The 2013 Credit Agreement provides for a revolving credit facility with an aggregate committed principal amount of $700 million. The 2013 Credit Agreement also provides for the issuance of letters of credit. The Company had outstanding letters of credit of $11.1 million under the 2013 Credit Agreement as of December 31, 2013 and $9.4 million under the 2011 Credit Agreement as of December 31, 2012. Subject to the terms and conditions of the 2013 Credit Agreement, USSC may seek additional commitments to increase the aggregate committed principal amount to a total amount of $1.05 billion.

Borrowings under the 2013 Credit Agreement will bear interest at LIBOR for specified interest periods or at the Alternate Base Rate (as defined in the 2013 Credit Agreement), plus, in each case, a margin determined based on the Company’s permitted debt to EBITDA ratio calculated as provided in Section 6.20 of the 2013 Credit Agreement (the “Leverage Ratio”). Depending on the Company’s Leverage Ratio, the margin on LIBOR-based loans ranges from 1.00% to 2.00% and on Alternate Base Rate loans ranges from 0.00% to 1.00%. As of December 31, 2013, the applicable margin for LIBOR-based loans was 1.25% and for Alternate Base Rate loans was 0.25%. In addition, USSC is required to pay the lenders a fee on the unutilized portion of the commitments under the 2013 Credit Agreement at a rate per annum between 0.15% and 0.35%, depending on the Company’s Leverage Ratio.

 

Subject to the terms and conditions of the 2013 Credit Agreement, USSC is permitted to incur up to $300 million of indebtedness in addition to borrowings under the 2013 Credit Agreement ($15 million of which the Company intends to utilize in connection with the sale of the 2014 Notes described above), plus up to $200 million under the Company’s Receivables Securitization Program and up to $135 million in replacement or refinancing of the 2013 Note Purchase Agreement.
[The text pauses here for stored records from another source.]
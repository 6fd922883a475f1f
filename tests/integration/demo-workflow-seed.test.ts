import { afterAll, describe, expect, test } from 'vitest';
import { DEMO_ACCOUNTS, DEMO_JURISDICTION } from '../../seeds/data/demo-accounts';
import { DEMO_WORKFLOW_JOBS } from '../../seeds/04_demo_workflow';
import { testDb } from '../helpers/db';
import { signedInAs } from '../helpers/http';
import { call } from '../helpers/jobs';

const db = testDb();

afterAll(async () => {
	await db.destroy();
});

const jobNamed = (name: string) => db('jobs').where({ name }).whereNull('deleted_at').first();

describe('the demo seed shows the permit workflow at once', () => {
	test('the job in plan review has a real stored packet and open comments on a sheet point, a circuit and the job', async () => {
		const job = await jobNamed(DEMO_WORKFLOW_JOBS.inReview.name);
		expect(job).toMatchObject({ status: 'in-review', current_revision: 1 });
		const inspector = await db('users').where({ email: DEMO_ACCOUNTS.inspector.email }).first('id');
		expect(job.assigned_inspector_id).toBe(inspector.id);
		const revision = await db('job_revisions').where({ job_id: job.id, number: 1 }).first();
		expect(Buffer.from(revision.packet_pdf).subarray(0, 5).toString()).toBe('%PDF-');
		expect(revision.packet_pages).toBeGreaterThan(1);
		const comments = await db('review_comments').where({ job_id: job.id }).orderBy('seq');
		expect(comments.map((c) => [c.target_kind, c.status])).toEqual([
			['sheet', 'open'],
			['circuit', 'open'],
			['job', 'open'],
		]);
		expect(comments[0]).toMatchObject({ sheet: 1, point_x: 0.62, point_y: 0.34 });
		const replies = await db('review_comment_entries as e')
			.join('users as u', 'u.id', 'e.author_id')
			.where({ 'e.comment_id': comments[2].id, 'e.action': 'reply' })
			.select('u.email');
		expect(replies.map((r) => r.email)).toEqual([DEMO_ACCOUNTS.owner.email]);
	});

	test('the closed job has an approved revision 1 with a permit number by the jurisdiction’s pattern', async () => {
		const job = await jobNamed(DEMO_WORKFLOW_JOBS.closed.name);
		expect(job).toMatchObject({ status: 'closed', current_revision: 1 });
		// The demo pattern QC-E{YYYY}-{SEQ:4}.
		expect(job.permit_number).toMatch(/^QC-E\d{4}-\d{4}$/);
		expect(DEMO_JURISDICTION.permitNumberPattern).toBe('QC-E{YYYY}-{SEQ:4}');
		const moves = await db('audit_log')
			.where({ job_id: job.id, entity: 'status' })
			.orderBy('id')
			.select('after');
		expect(moves.map((m) => m.after.status)).toEqual([
			'submitted',
			'in-review',
			'approved',
			'rough-in-failed',
			'rough-in-passed',
			'final-passed',
			'closed',
		]);
	});

	test('the closed job’s rough-in failed once with an answered correction item, then rough-in and final passed', async () => {
		const job = await jobNamed(DEMO_WORKFLOW_JOBS.closed.name);
		const inspections = await db('inspections').where({ job_id: job.id }).orderBy('seq');
		expect(inspections.map((i) => [i.kind, i.status])).toEqual([
			['rough-in', 'failed'],
			['rough-in', 'passed'],
			['final', 'passed'],
		]);
		const items = await db('inspection_items').where({ inspection_id: inspections[0].id });
		expect(items).toHaveLength(1);
		expect(items[0].status).toBe('answered');
		expect(items[0].answer).toMatch(/box/);
	});

	test('the homeowners see the permits of their homes', async () => {
		const closed = await jobNamed(DEMO_WORKFLOW_JOBS.closed.name);
		const inReview = await jobNamed(DEMO_WORKFLOW_JOBS.inReview.name);
		const first = await signedInAs('homeowner3');
		const page = await (await first.fetch(`/homeowner/homes/${closed.property_id}`)).text();
		expect(page).toContain('Closed');
		expect(page).toContain(closed.permit_number);
		const start = await (await first.fetch('/homeowner')).text();
		expect(start).toMatch(new RegExp(`Closed</strong>[\\s\\S]*permit ${closed.permit_number}`));
		const second = await signedInAs('homeowner2');
		expect(await (await second.fetch(`/homeowner/homes/${inReview.property_id}`)).text()).toContain(
			'In plan review',
		);
		expect((await second.fetch(`/homeowner/homes/${closed.property_id}`)).status).toBe(404);
	});

	test('the demo inspector administers the demo jurisdiction’s settings', async () => {
		const j = await db('jurisdictions').where({ name: DEMO_JURISDICTION.name }).first();
		expect(j).toMatchObject({
			fee_base_cents: DEMO_JURISDICTION.fees.baseCents,
			permit_number_pattern: 'QC-E{YYYY}-{SEQ:4}',
		});
		const inspector = await signedInAs('inspector');
		const res = await call(inspector, 'GET', `/api/jurisdictions/${j.id}/settings`);
		expect(res.status).toBe(200);
		expect(res.body.canEdit).toBe(true);
	});
});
USSC has entered into several interest rate swap transactions to mitigate its floating rate risk on a portion of its total long-term debt. See Note 18, “Derivative Financial Instruments”, for further details on these swap transactions and their accounting treatment.
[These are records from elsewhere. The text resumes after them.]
function form(files: { name: string; type: string; bytes: Uint8Array }[], caption = ''): FormData {
	const body = new FormData();
	body.append('caption', caption);
	for (const f of files)
		body.append('files', new Blob([f.bytes as Uint8Array<ArrayBuffer>], { type: f.type }), f.name);
	return body;
}
async function uploadPhotos(
	who: Who,
	inspectionId: string,
	files: { name: string; type: string; bytes: Uint8Array }[],
) {
	const res = await clients[who].fetch(`/api/inspections/${inspectionId}/photos`, {
		method: 'POST',
		body: form(files, 'Panel interior'),
	});
	return { status: res.status, body: (await res.json()) as any };
}

beforeAll(async () => {
	demoJurisdictionId = (await db('jurisdictions').where({ name: DEMO_JURISDICTION.name }).first('id')).id;
	[clients.owner, clients.electrician, clients.inspector, clients.homeowner, clients.admin] =
		await Promise.all([
			signedInAs('owner'),
			signedInAs('electrician'),
			signedInAs('inspector'),
			signedInAs('homeowner'),
			signedInAs('admin'),
		]);
	otherFirm = await otherFirmOwner();
	clients.otherFirm = otherFirm.client;
	other = await newJurisdictionWithInspector(db);
	clients.otherInspector = other.client;
	clients.signedOut = new HttpClient();
	clients.otherHomeowner = await signedInAs('homeowner2');
	const svg = (w: number, h: number) =>
		Buffer.from(
			`<svg xmlns="http://www.w3.org/2000/svg" width="${w}" height="${h}"><rect width="100%" height="100%" fill="#ddd"/><circle cx="${w / 2}" cy="${h / 2}" r="${h / 3}" fill="#a52"/></svg>`,
		);
	png = await sharp(svg(900, 600)).png().toBuffer();
	jpeg = await sharp(svg(1200, 800)).jpeg({ quality: 80 }).toBuffer();
});

afterAll(async () => {
	for (const id of jobIds) fs.rmSync(path.join(uploads, id), { recursive: true, force: true });
	await removeJobs(db, jobIds);
	if (other) await removeJurisdiction(db, other);
	if (otherFirm) {
		await db('firms').where({ id: otherFirm.firmId }).delete();
		await db('users').where({ id: otherFirm.userId }).delete();
	}
	await db.destroy();
});

describe('requesting an inspection', () => {
	test('the contractor requests a rough-in inspection of an approved job; it is listed with its dates and audited', async () => {
		const jobId = await jobAt('approved');
		const res = await request('owner', jobId, roughIn);
		expect(res.status).toBe(201);
		expect(res.body.inspection).toMatchObject({
			kind: 'rough-in',
			status: 'requested',
			preferredDates: [inDays(2), inDays(3)],
			requestNote: 'Gate code 4471.',
			scheduledFor: null,
			items: [],
			photos: [],
		});
		const listed = await call(clients.owner, 'GET', `/api/jobs/${jobId}/inspections`);
		expect(listed.body.inspections.map((i: any) => i.id)).toEqual([res.body.inspection.id]);
		expect(listed.body.requestBlocks['rough-in']).toMatch(/already requested/);
		expect(listed.body.requestBlocks.final).toMatch(/after the rough-in inspection passed/);
		const audit = await db('audit_log').where({ job_id: jobId, entity: 'inspection', action: 'create' });
		expect(audit).toHaveLength(1);
		// Requesting an inspection does not move the job: only results do.
		expect((await db('jobs').where({ id: jobId }).first('status')).status).toBe('approved');
	});

	test.each([
		['no kind', { preferredDates: [inDays(2)] }, 'kind'],
		['an unknown kind', { kind: 'service', preferredDates: [inDays(2)] }, 'kind'],
		['no preferred date', { kind: 'rough-in', preferredDates: [] }, 'preferredDates'],
		[
			'four preferred dates',
			{ kind: 'rough-in', preferredDates: [1, 2, 3, 4].map(inDays) },
			'preferredDates',
		],
		['the same date twice', { kind: 'rough-in', preferredDates: [inDays(2), inDays(2)] }, 'preferredDates'],
		['a date in the past', { kind: 'rough-in', preferredDates: [inDays(-1)] }, 'preferredDates.0'],
		[
			'a date more than a year ahead',
			{ kind: 'rough-in', preferredDates: [inDays(370)] },
			'preferredDates.0',
		],
		['a date not on the calendar', { kind: 'rough-in', preferredDates: ['2027-02-30'] }, 'preferredDates.0'],
		['a date in another format', { kind: 'rough-in', preferredDates: ['12/03/2027'] }, 'preferredDates.0'],
		[
			'a note of 4,001 characters',
			{ kind: 'rough-in', preferredDates: [inDays(2)], note: 'x'.repeat(4001) },
			'note',
		],
		[
			'a field the form does not have',
			{ kind: 'rough-in', preferredDates: [inDays(2)], scheduledFor: inDays(2) },
			'_',
		],
	])(
		'a request with %s is refused with a message on the field and nothing is written',
		async (_n, body, field) => {
			const jobId = jobIds[0] ?? (await jobAt('approved'));
			const before = await snapshot(jobId);
			const res = await request('owner', jobId, body);
			expect(res.status).toBe(400);
			expect(res.body.error.code).toBe('validation');
			expect(Object.keys(res.body.error.fields)).toContain(field);
			expect(await snapshot(jobId)).toEqual(before);
		},
	);

	test.each([
		['in plan review', 'in-review', 'rough-in', /once the permit is approved/],
		['draft', 'draft', 'rough-in', /once the permit is approved/],
		['approved', 'approved', 'final', /after the rough-in inspection passed/],
		['rough-in passed', 'rough-in-passed', 'rough-in', /once the permit is approved/],
		['closed', 'closed', 'final', /after the rough-in inspection passed/],
	] as const)(
		'a job that is %s refuses a %s request with 409 and nothing is written',
		async (_n, status, kind, message) => {
			const jobId = await jobAt(status);
			const before = await snapshot(jobId);
			const res = await request('owner', jobId, { kind, preferredDates: [inDays(2)] });
			expect(res.status).toBe(409);
			expect(res.body.error.message).toMatch(message);
			expect(await snapshot(jobId)).toEqual(before);
		},
	);

	test('a second request of the same kind while one is open is refused', async () => {
		const jobId = await jobAt('approved');
		await requested(jobId);
		const before = await snapshot(jobId);
		const res = await request('electrician', jobId, { kind: 'rough-in', preferredDates: [inDays(5)] });
		expect(res.status).toBe(409);
		expect(res.body.error.message).toMatch(/already requested/);
		expect(await snapshot(jobId)).toEqual(before);
	});

	test('another member of the firm may request too', async () => {
		const jobId = await jobAt('approved');
		expect((await request('electrician', jobId, roughIn)).status).toBe(201);
	});

	test.each([
		['the inspector of the jurisdiction', 'inspector', 403],
		['the homeowner', 'homeowner', 403],
		['an administrator', 'admin', 403],
		['a contractor of another firm', 'otherFirm', 404],
		['an inspector of another jurisdiction', 'otherInspector', 404],
		['the owner of another home', 'otherHomeowner', 404],
		['someone signed out', 'signedOut', 401],
	] as const)('%s cannot request an inspection (%i) and nothing is written', async (_n, who, status) => {
		const jobId = await jobAt('approved');
		const before = await snapshot(jobId);
		expect((await request(who, jobId, roughIn)).status).toBe(status);
		expect(await snapshot(jobId)).toEqual(before);
	});

	test.each([
		['the firm', 'owner', 200],
		['the inspector of the jurisdiction', 'inspector', 200],
		['the homeowner', 'homeowner', 200],
		['an administrator', 'admin', 200],
		['a contractor of another firm', 'otherFirm', 404],
		['an inspector of another jurisdiction', 'otherInspector', 404],
		['the owner of another home', 'otherHomeowner', 404],
		['someone signed out', 'signedOut', 401],
	] as const)('%s reading the inspections gets %i', async (_n, who, status) => {
		const jobId = await jobAt('approved');
		const id = await requested(jobId);
		const one = await call(clients[who], 'GET', `/api/inspections/${id}`);
		expect(one.status).toBe(status);
		if (status === 200)
			expect(one.body.inspection).toMatchObject({ id, kind: 'rough-in', status: 'requested' });
		const res = await call(clients[who], 'GET', `/api/jobs/${jobId}/inspections`);
		expect(res.status).toBe(status);
		if (status === 200) expect(res.body.inspections.map((i: any) => i.id)).toEqual([id]);
		else expect(JSON.stringify(res.body)).not.toContain(id);
	});
});

describe('cancelling a request', () => {
	test('the firm cancels a scheduled request; it stays on the record and the kind may be requested again', async () => {
		const jobId = await jobAt('approved');
		const id = await scheduled(jobId);
		const res = await call(clients.electrician, 'POST', `/api/inspections/${id}/cancel`);
		expect(res.status).toBe(200);
		expect(res.body.inspection).toMatchObject({ status: 'cancelled', scheduledFor: inDays(4) });
		expect(
			await db('audit_log').where({ job_id: jobId, entity: 'inspection', action: 'update' }),
		).toHaveLength(1);
		const again = await request('owner', jobId, { kind: 'rough-in', preferredDates: [inDays(9)] });
		expect(again.status).toBe(201);
		const listed = await call(clients.owner, 'GET', `/api/jobs/${jobId}/inspections`);
		expect(listed.body.inspections.map((i: any) => i.status)).toEqual(['cancelled', 'requested']);
		// A cancelled request takes no result.
		const result = await call(clients.inspector, 'POST', `/api/inspections/${id}/result`, { result: 'pass' });
		expect(result.status).toBe(409);
	});

	test('an inspection with its result, or one already cancelled, cannot be cancelled', async () => {
		const jobId = await jobAt('approved');
		const id = await scheduled(jobId);
		await call(clients.inspector, 'POST', `/api/inspections/${id}/result`, { result: 'pass' });
		const before = await snapshot(jobId);
		const res = await call(clients.owner, 'POST', `/api/inspections/${id}/cancel`);
		expect(res.status).toBe(409);
		expect(await snapshot(jobId)).toEqual(before);
		const other = await jobAt('approved');
		const second = await requested(other);
		expect((await call(clients.owner, 'POST', `/api/inspections/${second}/cancel`)).status).toBe(200);
		const twice = await call(clients.owner, 'POST', `/api/inspections/${second}/cancel`);
		expect(twice.status).toBe(409);
		expect(twice.body.error.message).toMatch(/already cancelled/);
	});

	test.each([
		['the inspector of the jurisdiction', 'inspector', 403],
		['the homeowner', 'homeowner', 403],
		['an administrator', 'admin', 403],
		['a contractor of another firm', 'otherFirm', 404],
		['an inspector of another jurisdiction', 'otherInspector', 404],
		['the owner of another home', 'otherHomeowner', 404],
		['someone signed out', 'signedOut', 401],
	] as const)('%s cannot cancel a request (%i) and it stays open', async (_n, who, status) => {
		const jobId = await jobAt('approved');
		const id = await requested(jobId);
		const before = await snapshot(jobId);
		expect((await call(clients[who], 'POST', `/api/inspections/${id}/cancel`)).status).toBe(status);
		expect(await snapshot(jobId)).toEqual(before);
		expect((await db('inspections').where({ id }).first('status')).status).toBe('requested');
	});
});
Obligations of USSC under the 2013 Credit Agreement and the 2007 Note Purchase Agreement are guaranteed by USI and certain of USSC’s domestic subsidiaries. USSC’s obligations under these agreements and the guarantors’ obligations under the guaranties are secured by liens on substantially all Company assets other than real property and certain accounts receivable already collateralized as part of the Receivables Securitization Program.

The 2013 Credit Agreement, the 2013 Note Purchase Agreement and the Amended and Restated Transfer and Administration Agreement prohibit the Company from exceeding a Leverage Ratio of 3.50 to 1.00 (4.00 to 1.00 for the first four fiscal quarters following certain acquisitions). The 2013 Credit Agreement and the 2013 Note Purchase Agreement also impose limits on the Company’s ability to repurchase stock and issue dividends when the Leverage Ratio is greater than 3.00 to 1.00.
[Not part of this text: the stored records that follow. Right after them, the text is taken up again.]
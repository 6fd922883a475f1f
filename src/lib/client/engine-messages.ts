/** Words for the engine's record lists and fields, for messages shown to a person. */
const RECORDS: Record<string, string> = {
	rooms: 'Room',
	panels: 'Panel',
	circuits: 'Circuit',
	loads: 'Load',
};
const FIELDS: Record<string, string> = {
	ratingA: 'rating',
	lengthFt: 'length',
	areaFt2: 'area',
	floorAreaFt2: 'floor area',
	va: 'volt-amperes',
	hp: 'horsepower',
	roomIds: 'room',
	insulationC: 'insulation rating',
	terminalTemperatureC: 'terminal temperature rating',
	peakDemandKW: 'peak demand',
	busRatingA: 'bus rating',
	mainBreakerA: 'main breaker',
	fedFrom: 'fed from',
	multiwireWith: 'multiwire partner',
};

const fieldWords = (name: string) => FIELDS[name] ?? name.replace(/([a-z])([A-Z])/g, '$1 $2').toLowerCase();

/** Names one record of the document (`circuits`, 2) in the caller's own terms, or leaves it to the default ("Circuit 3"). */
export type RecordNamer = (list: string, index: number) => string | undefined;

/**
 * Rewrites the path an engine message starts with ("loads[2].voltage: …") in words ("Load 3,
 * voltage: …"); a message without such a path is returned as it is.
 */
export function engineMessageInWords(line: string, nameOf?: RecordNamer): string {
	const m = /^([A-Za-z][\w.[\]]*): ([\s\S]*)$/.exec(line);
	if (!m) return line;
	const [, path, message] = m as unknown as [string, string, string];
	const parts = [...path.matchAll(/([A-Za-z]\w*)|\[(\d+)\]/g)];
	const segments: string[] = [];
	let fields: string[] = [];
	const endFields = () => {
		if (fields.length) segments.push(fields.join(' '));
		fields = [];
	};
	for (let i = 0; i < parts.length; i++) {
		const name = parts[i]![1];
		if (name === undefined) continue;
		const index = parts[i + 1]?.[2];
		if (index === undefined) {
			fields.push(fieldWords(name));
			continue;
		}
		i++;
		const n = Number(index);
		endFields();
		const record = RECORDS[name];
		segments.push(record ? (nameOf?.(name, n) ?? `${record} ${n + 1}`) : `${fieldWords(name)} ${n + 1}`);
	}
	endFields();
	const words = segments.join(', ');
	return `${words.charAt(0).toUpperCase()}${words.slice(1)}: ${message}`;
}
The 2013 Credit Agreement, the 2013 Note Purchase Agreement and the Amended and Restated Transfer and Administration Agreement contain additional representations and warranties, covenants and events of default that are customary for facilities of these types of agreements. The 2013 Credit Agreement, 2007 Note Purchase Agreement, and the Transfer and Administration Agreement all contain cross-default provisions. As a result, if a termination event occurs under any of those agreements, the lenders under all of the agreements may cease to make additional loans, accelerate any loans then outstanding and/or terminate the agreements to which they are party. Debt maturities as of December 31, 2013, were as follows (in millions):

 

Year

   Amount  

2014 (1)

   $ 135.3   

2015

     0.9   

2016

     190.7   

2017

     —     

Thereafter

     206.8   
  

 

 

 

Total

   $ 533.7   
  

 

 

 

 

(1) The 2007 Note Purchase Agreement was repaid in January 2014 with a portion of the proceeds from the 2014 Notes.